(SUPPLIED ENTRIES Opens)
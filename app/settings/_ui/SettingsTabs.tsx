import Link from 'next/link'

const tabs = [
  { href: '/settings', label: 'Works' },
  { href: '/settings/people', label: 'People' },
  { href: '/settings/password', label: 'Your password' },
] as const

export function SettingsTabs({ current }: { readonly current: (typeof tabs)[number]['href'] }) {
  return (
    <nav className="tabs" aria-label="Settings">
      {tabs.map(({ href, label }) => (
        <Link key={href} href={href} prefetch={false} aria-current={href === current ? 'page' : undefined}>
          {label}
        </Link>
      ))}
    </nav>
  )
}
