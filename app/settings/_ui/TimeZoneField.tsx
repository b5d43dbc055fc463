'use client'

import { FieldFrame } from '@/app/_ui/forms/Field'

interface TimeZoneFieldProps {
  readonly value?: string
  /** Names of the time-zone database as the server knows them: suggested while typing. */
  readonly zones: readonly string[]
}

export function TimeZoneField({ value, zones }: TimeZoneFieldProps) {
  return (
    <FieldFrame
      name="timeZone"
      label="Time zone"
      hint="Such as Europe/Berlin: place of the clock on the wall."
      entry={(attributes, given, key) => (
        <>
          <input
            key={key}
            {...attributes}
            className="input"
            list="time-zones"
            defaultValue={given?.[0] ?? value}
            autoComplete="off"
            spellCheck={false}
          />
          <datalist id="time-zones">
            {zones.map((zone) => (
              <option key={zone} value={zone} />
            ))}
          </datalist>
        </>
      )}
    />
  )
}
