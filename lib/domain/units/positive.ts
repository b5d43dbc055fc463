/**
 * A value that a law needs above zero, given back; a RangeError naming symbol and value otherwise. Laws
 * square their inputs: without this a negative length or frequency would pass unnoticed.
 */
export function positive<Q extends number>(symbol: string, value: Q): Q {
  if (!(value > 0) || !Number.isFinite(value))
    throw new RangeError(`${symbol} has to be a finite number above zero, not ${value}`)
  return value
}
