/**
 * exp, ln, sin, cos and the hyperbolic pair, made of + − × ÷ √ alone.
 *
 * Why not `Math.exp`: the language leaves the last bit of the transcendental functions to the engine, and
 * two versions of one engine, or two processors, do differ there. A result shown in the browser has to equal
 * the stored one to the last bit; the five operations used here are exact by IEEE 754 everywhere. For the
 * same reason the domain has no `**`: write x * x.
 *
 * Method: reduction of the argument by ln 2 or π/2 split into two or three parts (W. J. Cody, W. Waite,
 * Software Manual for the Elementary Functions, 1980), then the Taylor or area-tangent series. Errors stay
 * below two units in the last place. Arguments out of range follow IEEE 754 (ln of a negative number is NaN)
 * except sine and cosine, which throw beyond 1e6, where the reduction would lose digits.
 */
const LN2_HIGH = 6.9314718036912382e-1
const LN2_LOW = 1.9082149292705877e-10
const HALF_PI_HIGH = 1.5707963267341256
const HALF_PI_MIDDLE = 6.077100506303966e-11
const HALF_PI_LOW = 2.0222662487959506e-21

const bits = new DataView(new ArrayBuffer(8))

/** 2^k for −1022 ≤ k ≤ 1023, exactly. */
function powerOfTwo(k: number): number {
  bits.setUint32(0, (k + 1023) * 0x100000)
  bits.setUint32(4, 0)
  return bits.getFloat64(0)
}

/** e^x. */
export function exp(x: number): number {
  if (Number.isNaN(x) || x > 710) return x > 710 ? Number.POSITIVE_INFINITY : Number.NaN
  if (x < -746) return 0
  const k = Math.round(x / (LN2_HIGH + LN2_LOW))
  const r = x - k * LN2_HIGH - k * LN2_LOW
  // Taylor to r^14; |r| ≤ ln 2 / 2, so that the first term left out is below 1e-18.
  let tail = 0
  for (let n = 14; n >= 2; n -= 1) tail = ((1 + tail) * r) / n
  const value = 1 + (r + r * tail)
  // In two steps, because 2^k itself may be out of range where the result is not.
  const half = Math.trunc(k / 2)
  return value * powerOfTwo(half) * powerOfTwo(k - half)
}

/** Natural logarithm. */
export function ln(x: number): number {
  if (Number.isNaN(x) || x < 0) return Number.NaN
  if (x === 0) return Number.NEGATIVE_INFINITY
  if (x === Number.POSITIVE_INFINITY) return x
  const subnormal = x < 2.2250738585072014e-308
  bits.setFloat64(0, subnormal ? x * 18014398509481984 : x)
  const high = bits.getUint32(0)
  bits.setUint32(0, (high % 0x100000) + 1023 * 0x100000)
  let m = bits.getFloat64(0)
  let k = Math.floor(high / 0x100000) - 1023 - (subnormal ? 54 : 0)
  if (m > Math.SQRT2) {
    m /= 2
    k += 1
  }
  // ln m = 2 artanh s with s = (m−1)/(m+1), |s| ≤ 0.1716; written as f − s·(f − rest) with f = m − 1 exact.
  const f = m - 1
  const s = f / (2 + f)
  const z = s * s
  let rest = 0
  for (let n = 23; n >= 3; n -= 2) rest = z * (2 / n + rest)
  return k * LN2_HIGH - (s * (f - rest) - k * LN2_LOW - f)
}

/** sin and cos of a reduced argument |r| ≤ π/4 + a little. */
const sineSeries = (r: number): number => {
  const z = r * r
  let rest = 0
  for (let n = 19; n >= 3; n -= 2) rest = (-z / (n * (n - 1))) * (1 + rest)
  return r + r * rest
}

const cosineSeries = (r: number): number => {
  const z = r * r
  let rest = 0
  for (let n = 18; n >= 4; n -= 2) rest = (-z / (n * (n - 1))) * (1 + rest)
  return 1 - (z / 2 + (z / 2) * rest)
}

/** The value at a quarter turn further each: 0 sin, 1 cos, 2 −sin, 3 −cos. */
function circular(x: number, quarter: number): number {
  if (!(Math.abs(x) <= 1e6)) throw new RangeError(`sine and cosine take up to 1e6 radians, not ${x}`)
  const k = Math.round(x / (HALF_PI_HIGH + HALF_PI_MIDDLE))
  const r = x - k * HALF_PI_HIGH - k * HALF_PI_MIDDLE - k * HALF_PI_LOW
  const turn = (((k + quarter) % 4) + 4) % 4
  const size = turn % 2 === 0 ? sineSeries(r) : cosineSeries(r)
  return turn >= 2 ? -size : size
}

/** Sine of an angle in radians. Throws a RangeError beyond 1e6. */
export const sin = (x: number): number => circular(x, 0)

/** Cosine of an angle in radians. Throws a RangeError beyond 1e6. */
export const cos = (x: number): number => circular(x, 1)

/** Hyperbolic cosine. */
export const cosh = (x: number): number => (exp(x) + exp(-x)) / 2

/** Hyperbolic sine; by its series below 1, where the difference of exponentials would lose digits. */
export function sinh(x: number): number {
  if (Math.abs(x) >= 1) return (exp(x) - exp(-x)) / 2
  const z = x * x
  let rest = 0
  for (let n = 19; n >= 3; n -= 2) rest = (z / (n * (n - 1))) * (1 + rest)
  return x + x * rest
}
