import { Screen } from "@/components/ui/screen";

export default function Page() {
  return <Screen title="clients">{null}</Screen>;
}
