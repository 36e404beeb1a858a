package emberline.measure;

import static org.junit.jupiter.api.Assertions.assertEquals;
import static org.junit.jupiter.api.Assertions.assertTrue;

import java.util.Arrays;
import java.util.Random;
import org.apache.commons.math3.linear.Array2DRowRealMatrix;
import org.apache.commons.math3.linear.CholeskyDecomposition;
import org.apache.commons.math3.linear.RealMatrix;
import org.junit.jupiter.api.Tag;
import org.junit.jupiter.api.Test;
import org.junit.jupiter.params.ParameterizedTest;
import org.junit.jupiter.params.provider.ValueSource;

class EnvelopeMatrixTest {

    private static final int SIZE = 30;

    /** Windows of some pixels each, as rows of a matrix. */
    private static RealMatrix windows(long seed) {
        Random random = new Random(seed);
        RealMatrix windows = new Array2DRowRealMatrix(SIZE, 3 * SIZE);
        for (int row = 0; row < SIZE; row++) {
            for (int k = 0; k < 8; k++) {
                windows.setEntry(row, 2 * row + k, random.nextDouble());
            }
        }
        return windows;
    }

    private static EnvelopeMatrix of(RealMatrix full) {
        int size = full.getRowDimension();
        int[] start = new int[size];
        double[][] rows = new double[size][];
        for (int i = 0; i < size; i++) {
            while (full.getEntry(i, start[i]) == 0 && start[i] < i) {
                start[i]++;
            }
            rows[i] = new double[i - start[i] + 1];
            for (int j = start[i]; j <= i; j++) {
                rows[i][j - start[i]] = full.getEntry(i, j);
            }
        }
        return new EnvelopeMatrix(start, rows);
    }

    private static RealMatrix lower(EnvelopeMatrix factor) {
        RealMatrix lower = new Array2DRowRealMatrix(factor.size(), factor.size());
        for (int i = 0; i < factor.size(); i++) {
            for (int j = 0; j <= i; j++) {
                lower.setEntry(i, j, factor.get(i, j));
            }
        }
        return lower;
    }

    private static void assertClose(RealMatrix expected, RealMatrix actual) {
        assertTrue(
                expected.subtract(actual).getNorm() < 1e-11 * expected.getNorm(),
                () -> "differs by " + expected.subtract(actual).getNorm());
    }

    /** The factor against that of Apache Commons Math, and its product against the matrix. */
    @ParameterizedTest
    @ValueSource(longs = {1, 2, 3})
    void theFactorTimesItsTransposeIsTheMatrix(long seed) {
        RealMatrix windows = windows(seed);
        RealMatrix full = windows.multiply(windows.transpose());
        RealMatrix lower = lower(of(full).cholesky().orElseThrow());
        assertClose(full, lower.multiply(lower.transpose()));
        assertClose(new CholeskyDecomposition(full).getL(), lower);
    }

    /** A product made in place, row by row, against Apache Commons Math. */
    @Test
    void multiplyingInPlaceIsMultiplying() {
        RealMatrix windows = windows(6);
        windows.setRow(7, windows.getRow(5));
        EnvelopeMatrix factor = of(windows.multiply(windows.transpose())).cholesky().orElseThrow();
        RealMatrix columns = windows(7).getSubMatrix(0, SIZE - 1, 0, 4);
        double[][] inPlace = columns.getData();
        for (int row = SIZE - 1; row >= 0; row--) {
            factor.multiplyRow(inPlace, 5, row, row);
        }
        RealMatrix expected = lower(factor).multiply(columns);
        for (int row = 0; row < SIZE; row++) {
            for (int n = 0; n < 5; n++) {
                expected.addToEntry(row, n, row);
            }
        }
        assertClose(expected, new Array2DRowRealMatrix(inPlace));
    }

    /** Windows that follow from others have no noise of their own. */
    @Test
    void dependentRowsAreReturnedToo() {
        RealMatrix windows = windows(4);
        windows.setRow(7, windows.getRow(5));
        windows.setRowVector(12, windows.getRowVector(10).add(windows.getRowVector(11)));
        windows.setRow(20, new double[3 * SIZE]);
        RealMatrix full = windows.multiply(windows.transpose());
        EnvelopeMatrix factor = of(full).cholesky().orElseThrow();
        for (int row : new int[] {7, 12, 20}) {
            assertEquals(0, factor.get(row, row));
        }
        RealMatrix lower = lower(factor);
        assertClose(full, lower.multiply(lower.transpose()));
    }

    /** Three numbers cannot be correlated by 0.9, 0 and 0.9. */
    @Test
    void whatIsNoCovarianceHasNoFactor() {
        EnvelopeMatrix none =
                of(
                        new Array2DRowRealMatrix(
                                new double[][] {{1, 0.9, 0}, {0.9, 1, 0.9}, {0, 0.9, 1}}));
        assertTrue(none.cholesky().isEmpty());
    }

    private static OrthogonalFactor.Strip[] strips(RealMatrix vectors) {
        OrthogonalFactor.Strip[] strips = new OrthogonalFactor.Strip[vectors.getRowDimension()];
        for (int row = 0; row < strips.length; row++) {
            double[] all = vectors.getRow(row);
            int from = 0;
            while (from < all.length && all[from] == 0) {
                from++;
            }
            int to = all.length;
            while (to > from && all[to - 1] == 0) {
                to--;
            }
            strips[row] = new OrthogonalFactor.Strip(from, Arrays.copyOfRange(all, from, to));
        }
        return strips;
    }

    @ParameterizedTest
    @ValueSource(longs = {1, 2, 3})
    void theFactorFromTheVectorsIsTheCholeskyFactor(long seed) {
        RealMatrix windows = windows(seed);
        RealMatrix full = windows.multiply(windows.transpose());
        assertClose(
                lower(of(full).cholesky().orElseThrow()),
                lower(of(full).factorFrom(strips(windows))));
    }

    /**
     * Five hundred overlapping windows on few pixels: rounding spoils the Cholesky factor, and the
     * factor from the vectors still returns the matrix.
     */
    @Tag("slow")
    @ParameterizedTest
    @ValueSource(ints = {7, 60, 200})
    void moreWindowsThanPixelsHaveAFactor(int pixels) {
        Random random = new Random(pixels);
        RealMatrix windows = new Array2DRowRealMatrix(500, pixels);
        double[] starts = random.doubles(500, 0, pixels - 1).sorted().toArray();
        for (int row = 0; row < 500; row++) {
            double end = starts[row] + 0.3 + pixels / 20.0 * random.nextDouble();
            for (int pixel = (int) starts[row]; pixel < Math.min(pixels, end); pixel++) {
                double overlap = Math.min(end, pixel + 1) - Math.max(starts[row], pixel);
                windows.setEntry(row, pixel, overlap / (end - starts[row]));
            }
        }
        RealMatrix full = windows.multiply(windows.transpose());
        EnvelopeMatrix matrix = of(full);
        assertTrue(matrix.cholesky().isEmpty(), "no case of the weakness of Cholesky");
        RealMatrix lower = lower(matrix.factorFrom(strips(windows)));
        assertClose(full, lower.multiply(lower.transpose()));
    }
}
(SUPPLIED ENTRIES Closes)
(SUPPLIED ENTRIES Opens)
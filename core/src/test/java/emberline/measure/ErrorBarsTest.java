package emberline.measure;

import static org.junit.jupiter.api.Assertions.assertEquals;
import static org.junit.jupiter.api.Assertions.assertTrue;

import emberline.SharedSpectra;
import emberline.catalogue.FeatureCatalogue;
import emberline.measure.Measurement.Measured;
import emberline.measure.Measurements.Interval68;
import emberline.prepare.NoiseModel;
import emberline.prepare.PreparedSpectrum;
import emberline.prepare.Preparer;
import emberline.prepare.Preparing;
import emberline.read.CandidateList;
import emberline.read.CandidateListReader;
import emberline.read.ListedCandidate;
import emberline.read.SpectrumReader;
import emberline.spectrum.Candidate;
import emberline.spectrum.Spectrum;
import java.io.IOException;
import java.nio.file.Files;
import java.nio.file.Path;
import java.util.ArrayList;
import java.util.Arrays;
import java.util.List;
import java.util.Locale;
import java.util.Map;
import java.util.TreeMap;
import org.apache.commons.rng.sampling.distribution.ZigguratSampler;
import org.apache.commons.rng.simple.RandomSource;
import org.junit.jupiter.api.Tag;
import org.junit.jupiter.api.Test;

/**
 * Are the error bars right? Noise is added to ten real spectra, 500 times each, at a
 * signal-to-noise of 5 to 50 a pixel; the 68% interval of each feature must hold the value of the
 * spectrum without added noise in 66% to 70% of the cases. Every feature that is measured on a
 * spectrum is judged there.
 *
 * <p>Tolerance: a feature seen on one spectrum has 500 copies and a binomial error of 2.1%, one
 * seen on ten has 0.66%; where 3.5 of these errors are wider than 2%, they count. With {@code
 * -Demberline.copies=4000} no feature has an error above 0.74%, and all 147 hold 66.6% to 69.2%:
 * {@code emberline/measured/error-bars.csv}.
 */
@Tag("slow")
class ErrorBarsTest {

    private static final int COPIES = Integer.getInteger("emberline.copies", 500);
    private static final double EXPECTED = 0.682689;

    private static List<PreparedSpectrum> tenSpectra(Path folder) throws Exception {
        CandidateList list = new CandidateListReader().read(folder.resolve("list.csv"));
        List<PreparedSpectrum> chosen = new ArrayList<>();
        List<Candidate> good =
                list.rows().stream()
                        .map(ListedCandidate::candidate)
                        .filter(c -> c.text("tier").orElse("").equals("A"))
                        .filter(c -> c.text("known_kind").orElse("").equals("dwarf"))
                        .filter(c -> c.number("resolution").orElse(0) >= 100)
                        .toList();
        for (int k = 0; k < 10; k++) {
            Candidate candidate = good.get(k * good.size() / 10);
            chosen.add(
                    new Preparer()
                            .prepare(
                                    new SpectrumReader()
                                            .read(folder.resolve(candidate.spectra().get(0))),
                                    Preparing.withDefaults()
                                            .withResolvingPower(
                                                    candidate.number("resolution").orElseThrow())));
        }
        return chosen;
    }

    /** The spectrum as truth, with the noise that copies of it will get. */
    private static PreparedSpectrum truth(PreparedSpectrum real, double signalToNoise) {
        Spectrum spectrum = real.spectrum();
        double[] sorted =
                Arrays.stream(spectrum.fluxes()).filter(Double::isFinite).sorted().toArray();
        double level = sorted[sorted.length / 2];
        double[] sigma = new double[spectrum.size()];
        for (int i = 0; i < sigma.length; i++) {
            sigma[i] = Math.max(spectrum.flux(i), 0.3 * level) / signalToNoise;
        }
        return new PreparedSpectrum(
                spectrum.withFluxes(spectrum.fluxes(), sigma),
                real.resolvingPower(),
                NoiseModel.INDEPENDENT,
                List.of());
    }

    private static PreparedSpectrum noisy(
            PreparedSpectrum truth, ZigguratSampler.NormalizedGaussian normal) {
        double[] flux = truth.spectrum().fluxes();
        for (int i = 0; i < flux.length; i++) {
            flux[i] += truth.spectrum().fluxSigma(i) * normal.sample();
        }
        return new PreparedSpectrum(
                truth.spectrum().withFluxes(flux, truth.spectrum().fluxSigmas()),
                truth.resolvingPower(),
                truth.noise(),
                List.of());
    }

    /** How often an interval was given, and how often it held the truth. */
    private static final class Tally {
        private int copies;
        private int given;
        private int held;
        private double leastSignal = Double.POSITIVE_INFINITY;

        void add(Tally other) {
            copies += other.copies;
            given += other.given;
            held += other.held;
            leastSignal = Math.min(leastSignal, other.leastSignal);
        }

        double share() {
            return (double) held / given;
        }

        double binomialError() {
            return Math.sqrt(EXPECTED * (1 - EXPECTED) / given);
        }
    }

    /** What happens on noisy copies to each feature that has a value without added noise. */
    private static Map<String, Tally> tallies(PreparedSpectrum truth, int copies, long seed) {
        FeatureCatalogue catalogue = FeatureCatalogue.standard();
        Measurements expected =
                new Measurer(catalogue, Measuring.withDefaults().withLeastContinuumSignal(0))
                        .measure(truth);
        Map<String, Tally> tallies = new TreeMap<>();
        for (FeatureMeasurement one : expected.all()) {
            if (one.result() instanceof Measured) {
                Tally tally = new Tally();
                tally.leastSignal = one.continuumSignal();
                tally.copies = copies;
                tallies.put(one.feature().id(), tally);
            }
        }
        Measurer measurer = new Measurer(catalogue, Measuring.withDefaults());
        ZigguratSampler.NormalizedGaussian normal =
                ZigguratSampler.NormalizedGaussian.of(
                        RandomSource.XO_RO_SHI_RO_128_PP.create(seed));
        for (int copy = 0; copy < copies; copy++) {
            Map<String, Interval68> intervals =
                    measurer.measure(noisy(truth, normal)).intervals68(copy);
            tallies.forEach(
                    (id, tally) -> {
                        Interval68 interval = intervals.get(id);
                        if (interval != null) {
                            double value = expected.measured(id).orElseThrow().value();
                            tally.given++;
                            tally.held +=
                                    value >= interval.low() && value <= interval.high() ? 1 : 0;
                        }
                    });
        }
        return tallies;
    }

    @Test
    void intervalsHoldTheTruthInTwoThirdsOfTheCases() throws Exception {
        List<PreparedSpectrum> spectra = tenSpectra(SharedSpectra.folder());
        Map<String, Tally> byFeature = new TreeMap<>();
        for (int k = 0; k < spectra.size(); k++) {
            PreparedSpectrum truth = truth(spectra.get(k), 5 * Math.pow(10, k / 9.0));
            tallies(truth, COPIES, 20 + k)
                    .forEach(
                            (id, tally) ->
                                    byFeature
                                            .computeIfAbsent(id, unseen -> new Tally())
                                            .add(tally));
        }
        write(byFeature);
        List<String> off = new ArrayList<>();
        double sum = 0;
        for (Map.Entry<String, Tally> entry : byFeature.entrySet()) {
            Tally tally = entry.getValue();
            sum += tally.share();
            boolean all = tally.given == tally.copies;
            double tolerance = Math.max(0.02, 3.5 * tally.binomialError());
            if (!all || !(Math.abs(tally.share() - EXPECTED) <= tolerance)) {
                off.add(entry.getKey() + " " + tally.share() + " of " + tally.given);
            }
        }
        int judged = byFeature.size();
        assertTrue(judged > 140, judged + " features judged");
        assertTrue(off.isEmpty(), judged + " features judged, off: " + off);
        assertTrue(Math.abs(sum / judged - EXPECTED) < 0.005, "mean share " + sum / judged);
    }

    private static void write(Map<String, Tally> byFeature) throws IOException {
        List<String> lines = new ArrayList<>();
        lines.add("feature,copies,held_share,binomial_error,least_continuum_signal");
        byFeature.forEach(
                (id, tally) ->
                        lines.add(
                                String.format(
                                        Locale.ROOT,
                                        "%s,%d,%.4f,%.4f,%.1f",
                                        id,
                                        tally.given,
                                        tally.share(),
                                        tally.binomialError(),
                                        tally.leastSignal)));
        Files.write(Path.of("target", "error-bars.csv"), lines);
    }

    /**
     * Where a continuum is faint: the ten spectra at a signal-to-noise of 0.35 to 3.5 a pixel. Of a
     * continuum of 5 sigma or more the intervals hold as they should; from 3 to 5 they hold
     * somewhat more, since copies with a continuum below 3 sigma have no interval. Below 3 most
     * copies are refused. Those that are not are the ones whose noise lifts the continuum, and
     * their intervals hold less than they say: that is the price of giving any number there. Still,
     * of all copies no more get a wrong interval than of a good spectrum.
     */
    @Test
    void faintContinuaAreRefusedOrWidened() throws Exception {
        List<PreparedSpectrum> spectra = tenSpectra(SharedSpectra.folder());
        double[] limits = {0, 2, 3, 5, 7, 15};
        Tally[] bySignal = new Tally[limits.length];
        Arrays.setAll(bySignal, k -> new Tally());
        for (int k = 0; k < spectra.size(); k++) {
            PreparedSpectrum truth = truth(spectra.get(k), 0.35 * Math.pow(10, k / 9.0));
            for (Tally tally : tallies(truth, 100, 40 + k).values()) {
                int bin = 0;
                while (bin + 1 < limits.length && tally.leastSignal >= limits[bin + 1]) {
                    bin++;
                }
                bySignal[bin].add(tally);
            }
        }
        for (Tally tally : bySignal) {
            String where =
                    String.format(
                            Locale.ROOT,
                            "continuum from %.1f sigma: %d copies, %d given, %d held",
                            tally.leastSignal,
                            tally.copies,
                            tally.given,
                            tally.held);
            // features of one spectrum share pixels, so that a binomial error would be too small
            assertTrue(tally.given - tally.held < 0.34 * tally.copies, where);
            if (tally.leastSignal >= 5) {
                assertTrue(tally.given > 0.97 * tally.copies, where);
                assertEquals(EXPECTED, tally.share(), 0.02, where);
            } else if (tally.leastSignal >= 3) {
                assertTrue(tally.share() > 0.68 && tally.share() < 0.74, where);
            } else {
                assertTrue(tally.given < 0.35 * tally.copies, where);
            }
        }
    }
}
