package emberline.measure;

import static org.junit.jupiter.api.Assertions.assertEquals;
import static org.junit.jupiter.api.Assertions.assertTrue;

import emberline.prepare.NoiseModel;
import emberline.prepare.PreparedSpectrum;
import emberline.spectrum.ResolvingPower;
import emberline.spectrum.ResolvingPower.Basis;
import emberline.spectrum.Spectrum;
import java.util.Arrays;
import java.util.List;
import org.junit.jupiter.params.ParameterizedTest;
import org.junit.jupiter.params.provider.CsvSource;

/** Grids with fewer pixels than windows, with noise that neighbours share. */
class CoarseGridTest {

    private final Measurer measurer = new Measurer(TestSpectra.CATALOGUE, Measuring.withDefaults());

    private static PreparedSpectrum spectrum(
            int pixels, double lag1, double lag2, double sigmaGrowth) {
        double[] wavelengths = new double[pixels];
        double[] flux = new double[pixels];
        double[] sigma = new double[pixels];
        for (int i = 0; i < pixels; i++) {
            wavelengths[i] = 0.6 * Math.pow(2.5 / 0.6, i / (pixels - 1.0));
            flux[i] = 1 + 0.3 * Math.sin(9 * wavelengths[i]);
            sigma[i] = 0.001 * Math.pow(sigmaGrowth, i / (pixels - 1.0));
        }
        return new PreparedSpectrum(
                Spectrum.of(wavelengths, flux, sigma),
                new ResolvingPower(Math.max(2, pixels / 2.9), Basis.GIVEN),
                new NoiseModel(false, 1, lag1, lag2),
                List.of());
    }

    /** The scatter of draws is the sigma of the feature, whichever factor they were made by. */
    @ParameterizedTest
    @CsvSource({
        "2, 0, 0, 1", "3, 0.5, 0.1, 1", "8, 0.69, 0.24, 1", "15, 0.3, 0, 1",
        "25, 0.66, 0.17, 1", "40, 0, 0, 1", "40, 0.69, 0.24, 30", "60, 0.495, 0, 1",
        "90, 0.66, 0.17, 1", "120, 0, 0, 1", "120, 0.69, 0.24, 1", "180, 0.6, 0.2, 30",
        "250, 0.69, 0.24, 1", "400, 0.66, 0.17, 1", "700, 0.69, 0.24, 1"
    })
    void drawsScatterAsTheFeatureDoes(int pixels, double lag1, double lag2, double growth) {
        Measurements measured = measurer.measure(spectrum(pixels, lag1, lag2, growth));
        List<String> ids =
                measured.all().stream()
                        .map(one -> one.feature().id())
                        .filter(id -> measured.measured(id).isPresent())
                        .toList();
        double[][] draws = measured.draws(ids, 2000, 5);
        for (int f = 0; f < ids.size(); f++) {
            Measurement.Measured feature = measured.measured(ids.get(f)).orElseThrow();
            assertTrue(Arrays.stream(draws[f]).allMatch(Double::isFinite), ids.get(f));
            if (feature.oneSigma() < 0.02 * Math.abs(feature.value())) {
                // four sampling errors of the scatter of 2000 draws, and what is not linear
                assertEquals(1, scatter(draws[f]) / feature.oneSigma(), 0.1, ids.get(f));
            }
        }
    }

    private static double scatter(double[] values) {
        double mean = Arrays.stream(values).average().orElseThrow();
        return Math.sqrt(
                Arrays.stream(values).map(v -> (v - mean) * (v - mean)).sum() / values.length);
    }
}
(SUPPLIED ENTRIES Closes)
#### [TASK OBJECTIVE]
Please state how many lines in the records above hold the word "NoiseModel", giving only the number.

#### [SOLVED EXERCISE]
4